I know that when linked non-statically, ld emits startup code to map libc.so and ld.so into the process's address space, and ld.so would continue loading any other shared libraries.

But in this case, why are so many system calls issued, apart from execve, write and exit_group?

Why the heck uname(2)? Why so many calls to brk(2) to get and set the program break, and a call to arch_prctl(2) to set the process state, when that seems like something that should have been done in kernel-space, at execve time?

Answer 1

uname is needed to check that the kernel version is not too ancient.

Two brks are needed to set up thread local storage. Two others are needed to set up dynamic loader path (the executable still might call dlopen, even if it's statically linked). I'm not sure why these come in pairs.

On system arch_prctl isn't called, set_thread_area is called in its place. This sets up TLS for the current thread.

These things probably could be done lazily (i.e. called when corresponding facilities are used for the first time). But perhaps it would make no sense performance-wise (just a guess).

By the way gdb-7.x can stop on system calls with the catch syscall command.

Answer 2

Shameless plug: When built against musl libc, the strace for that program static linked or dynamic linked is:

execve("./a.out", ["./a.out"], [/* 42 vars */]) = 0
write(1, "Hello world!", 12)            = 12
exit_group(0)                           = ?

It should be similarly minimal with dietlibc if you static link, or with uClibc and static linking as long as you built uClibc with locale and advanced stdio stuff disabled. (For some reason uClibc with those features enabled runs lots of startup code to initialize them even in programs that don't use them...). As far as I know, however, musl is the only one that has a dynamic linker capable of avoiding heavy startup syscall overhead in dynamic-linked programs.

As for why static linking with glibc makes all those brk calls, I really have no idea; you'd have to read the source. I suspect it's allocating space for internal data structures for malloc, stdio, locale, and possibly the thread structure for the main thread. As n.m. said, the arch_prctl is for setting the thread register to point to the main thread's thread structure. This could be deferred to the first access (which musl does), but it's a bit of a pain to do so and mildly hurts performance. If you care about the runtime of large programs more than the startup time of many many small programs, it may make sense to always initialize the thread register at program load time. Note that the kernel cannot set it for you because it does not know the address it should be set to.

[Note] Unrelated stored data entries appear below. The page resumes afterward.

"""Timber sizing by search: the lightest sawn size of a species and grade (or of several
grades: :func:`nds_graded_beam_space`) that passes NDS 2018 bending, shear and deflection for
every combination.

Sizes are dimension lumber by name ("2x8", "4x10", with the dressed sizes of
:meth:`calcpack.checks.SawnMember.dimension`); the reference design values come from NDS
Supplement 2018 Table 4A through :func:`calcpack.nds_sawn_values`, and the size factor C_F from
the check itself. As for steel, the analysis must be of a prismatic beam on rigid supports (forces
independent of the section); deflections are scaled to each size's E·I.
"""

from __future__ import annotations

from collections.abc import Mapping, Sequence
from dataclasses import dataclass
from typing import Any

from calcpack.checks.base import MemberChecks
from calcpack.checks.demand import as_combinations
from calcpack.checks.nds.beam import check_nds_beam, prepare_timber_demand
from calcpack.checks.nds.factors import ReferenceDesignValues, SawnMember, ServiceConditions
from calcpack.checks.nds.values import nds_sawn_values
from calcpack.errors import InputError, OutOfScopeError
from calcpack.sizing.search import Candidate, Order, SearchSpace, SizingResult
from calcpack.sizing.steel import (
    DeflectionLimit,
    check_service_results,
    prismatic_stiffness,
    scaled_deflection_checks,
)
from calcpack.units import Q_, Quantity, require

__all__ = [
    "DIMENSION_SIZES",
    "GradedSize",
    "lightest_nds_beam",
    "nds_beam_space",
    "nds_graded_beam_space",
    "sawn_candidates",
    "split_graded_name",
]

#: the dimension-lumber sizes offered by default (nominal thickness 2 to 4 in, width 4 to 12 in)
DIMENSION_SIZES: tuple[str, ...] = tuple(f"{t}x{w}" for t in (2, 3, 4) for w in (4, 6, 8, 10, 12))

#: a density for self-weight ranking only (about that of the common softwoods at 19 % moisture
#: content; common practice, from memory); ranking by weight equals ranking by area.
DEFAULT_DENSITY = Q_(35.0, "lbf/ft**3")


def sawn_candidates(
    sizes: Sequence[str] = DIMENSION_SIZES, *, density: Quantity = DEFAULT_DENSITY
) -> list[Candidate[SawnMember]]:
    """Sawn sizes as search candidates, weighed by b·d·density (weight per length)."""
    require(density, "[force] / [length]**3", "density", positive=True)
    out = []
    for name in sizes:
        m = SawnMember.dimension(name)
        out.append(Candidate(m.name, (m.b * m.d * density).to("lbf/ft"), m, m.d))
    return out


def nds_beam_space(
    demand: Any,
    *,
    species: str,
    grade: str,
    sizes: Sequence[str] = DIMENSION_SIZES,
    conditions: ServiceConditions | None = None,
    durations: Mapping[str, str] | None = None,
    deflections: Sequence[DeflectionLimit] = (),
    plies: int = 1,
    member: str = "J1",
) -> SearchSpace[SawnMember]:
    """The search space of :func:`lightest_nds_beam` (same arguments): the sawn sizes and the
    trial (check_nds_beam on each ply's share, deflection limits scaled by E'·I of the plies).
    ``space.check(SawnMember.dimension("2x10"))`` checks one size exactly as the search does."""
    if isinstance(plies, bool) or not isinstance(plies, int) or plies < 1:
        raise InputError(
            f"Input plies must be a whole number of members, 1 or more (got plies = {plies!r})",
            name="plies",
            value=plies,
            expected="an integer >= 1",
        )
    cond = conditions or ServiceConditions()
    if cond.temperature is not None and cond.temperature > Q_(100, "degF"):
        raise OutOfScopeError(
            f"Sustained temperature {cond.temperature:~P} above 100 °F: the search's E' uses "
            "C_t = 1.0 (NDS 2018 Table 2.3.3); check such a member with check_nds_beam directly"
        )
    values = nds_sawn_values(species, grade)
    # E' = E·C_M·C_i for deflection (C_t = 1.0 up to 100 °F): C_M = 0.90 for E when wet (NDS
    # Supplement 2018 Table 4A adjustment factors), C_i = 0.95 for E when incised (NDS 2018
    # Table 4.3.8); from memory.
    E_adj = values.E * (0.90 if cond.wet else 1.0) * (0.95 if cond.incised else 1.0)
    ref = ReferenceDesignValues(
        values.name, grade, values.source, Fb=values.Fb, Fv=values.Fv, E=values.E,
        Emin=values.Emin,
    )  # fmt: skip
    combos = as_combinations(demand)
    EI_ref = prismatic_stiffness(combos)
    share = {name: r.scaled(1.0 / plies) for name, r in combos.items()} if plies > 1 else demand
    check_service_results(deflections, EI_ref)

    # the combinations' C_D, |M| and |V| do not depend on the size: read them once
    prepared = prepare_timber_demand(share, durations)

    def trial(size: SawnMember) -> list[MemberChecks]:
        out = [
            check_nds_beam(
                size, ref, demand=prepared, conditions=cond, durations=durations, member=member
            )
        ]
        I_size = size.b * size.d**3 / 12 * plies
        factor = float((EI_ref / (E_adj * I_size)).to("").magnitude)
        out += scaled_deflection_checks(deflections, factor, member)
        return out

    return SearchSpace(tuple(sawn_candidates(sizes)), trial)


@dataclass(frozen=True)
class GradedSize:
    """A sawn size in one grade: what a search across grades tries. Its candidate name is
    ``"<size> <grade>"`` ("2x10 No.2"; see :func:`split_graded_name`)."""

    size: SawnMember
    grade: str

    @property
    def name(self) -> str:
        """The candidate's name, size then grade."""
        return f"{self.size.name} {self.grade}"


def split_graded_name(name: str) -> tuple[str, str | None]:
    """(size, grade) of a candidate name of a search across grades ("2x10 No.1 & Btr" ->
    ("2x10", "No.1 & Btr")); (name, None) for a size alone."""
    size, _, grade = name.strip().partition(" ")
    return size, (grade.strip() or None)


def nds_graded_beam_space(
    demand: Any,
    *,
    species: str,
    grades: Sequence[str],
    sizes: Sequence[str] = DIMENSION_SIZES,
    conditions: ServiceConditions | None = None,
    durations: Mapping[str, str] | None = None,
    deflections: Sequence[DeflectionLimit] = (),
    plies: int = 1,
    member: str = "J1",
) -> SearchSpace[GradedSize]:
    """The search space of every (size, grade) pair: each size in each of ``grades`` of
    ``species`` (NDS Supplement 2018 Table 4A; :func:`calcpack.checks.nds.values.nds_sawn_grades`
    lists them), each checked by the trial of :func:`nds_beam_space` for its grade. Sizes of
    equal weight rank in the order of ``grades`` (list the grade you would rather use first,
    usually the commoner, lower one). Other arguments as for :func:`nds_beam_space`.

    Raises:
        InputError: no grade, a grade twice, or a grade the species does not have (naming it).
    """
    if isinstance(grades, str) or not grades:
        raise InputError(
            f"Input grades must be a list of one or more grades (got grades = {grades!r})",
            name="grades",
            value=grades,
            expected='a list such as ["No.2", "No.1"]',
        )
    seen = [g for i, g in enumerate(grades) if g in grades[:i]]
    if seen:
        raise InputError(
            f"Input grades lists {seen[0]!r} twice (got grades = {list(grades)!r})",
            name="grades",
            value=list(grades),
            expected="each grade once",
        )
    kw: dict[str, Any] = {
        "species": species, "sizes": sizes, "conditions": conditions, "durations": durations,
        "deflections": deflections, "plies": plies, "member": member,
    }  # fmt: skip
    spaces = {g: nds_beam_space(demand, grade=g, **kw) for g in grades}
    cands = tuple(
        Candidate(f"{c.name} {g}", c.weight, GradedSize(c.item, g), c.depth, preference=i)
        for i, g in enumerate(grades)
        for c in spaces[g].candidates
    )

    def trial(item: GradedSize) -> list[MemberChecks]:
        return spaces[item.grade].check(item.size)

    return SearchSpace(cands, trial)


def lightest_nds_beam(
    demand: Any,
    *,
    species: str,
    grade: str | Sequence[str],
    sizes: Sequence[str] = DIMENSION_SIZES,
    conditions: ServiceConditions | None = None,
    durations: Mapping[str, str] | None = None,
    deflections: Sequence[DeflectionLimit] = (),
    plies: int = 1,
    max_depth: Quantity | None = None,
    member: str = "J1",
    count: int = 5,
    order: Order = "weight",
) -> SizingResult:
    """The lightest sawn sizes of ``species``/``grade`` passing :func:`calcpack.check_nds_beam`
    (NDS 2018 ASD bending with C_D, C_F, C_L..., and shear) for every allowable-stress
    combination of ``demand``, and every deflection limit (scaled by E·I of each size).

    Args:
        demand: ASD combined results of a prismatic beam on rigid supports.
        species, grade: as in NDS Supplement 2018 Table 4A (e.g. "Douglas Fir-Larch", "No.2");
            a list of grades searches every size in each (:func:`nds_graded_beam_space`; the
            names are then "2x10 No.2").
        sizes: nominal sizes to try. plies: members side by side sharing the load equally (the
            demand is divided by ``plies``; 1 for a single member).
        conditions, durations: as for check_nds_beam. max_depth, count, order: as for
            :func:`calcpack.sizing.lightest_sections`.
    """
    kw: dict[str, Any] = {
        "species": species, "sizes": sizes, "conditions": conditions, "durations": durations,
        "deflections": deflections, "plies": plies, "member": member,
    }  # fmt: skip
    if isinstance(grade, str):
        return nds_beam_space(demand, grade=grade, **kw).search(
            count=count, order=order, max_depth=max_depth
        )
    graded = nds_graded_beam_space(demand, grades=grade, **kw)
    return graded.search(count=count, order=order, max_depth=max_depth)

It's possible that an extension to the ELF format could be made to allow the main thread structure to be in the .data section with an ELF header telling the kernel where it is, but the acrobatics needed between the libc, the linker, and the kernel would probably be so ugly as to make this optimization undesirable... They would also impose further constraints on the userspace implementation of threads.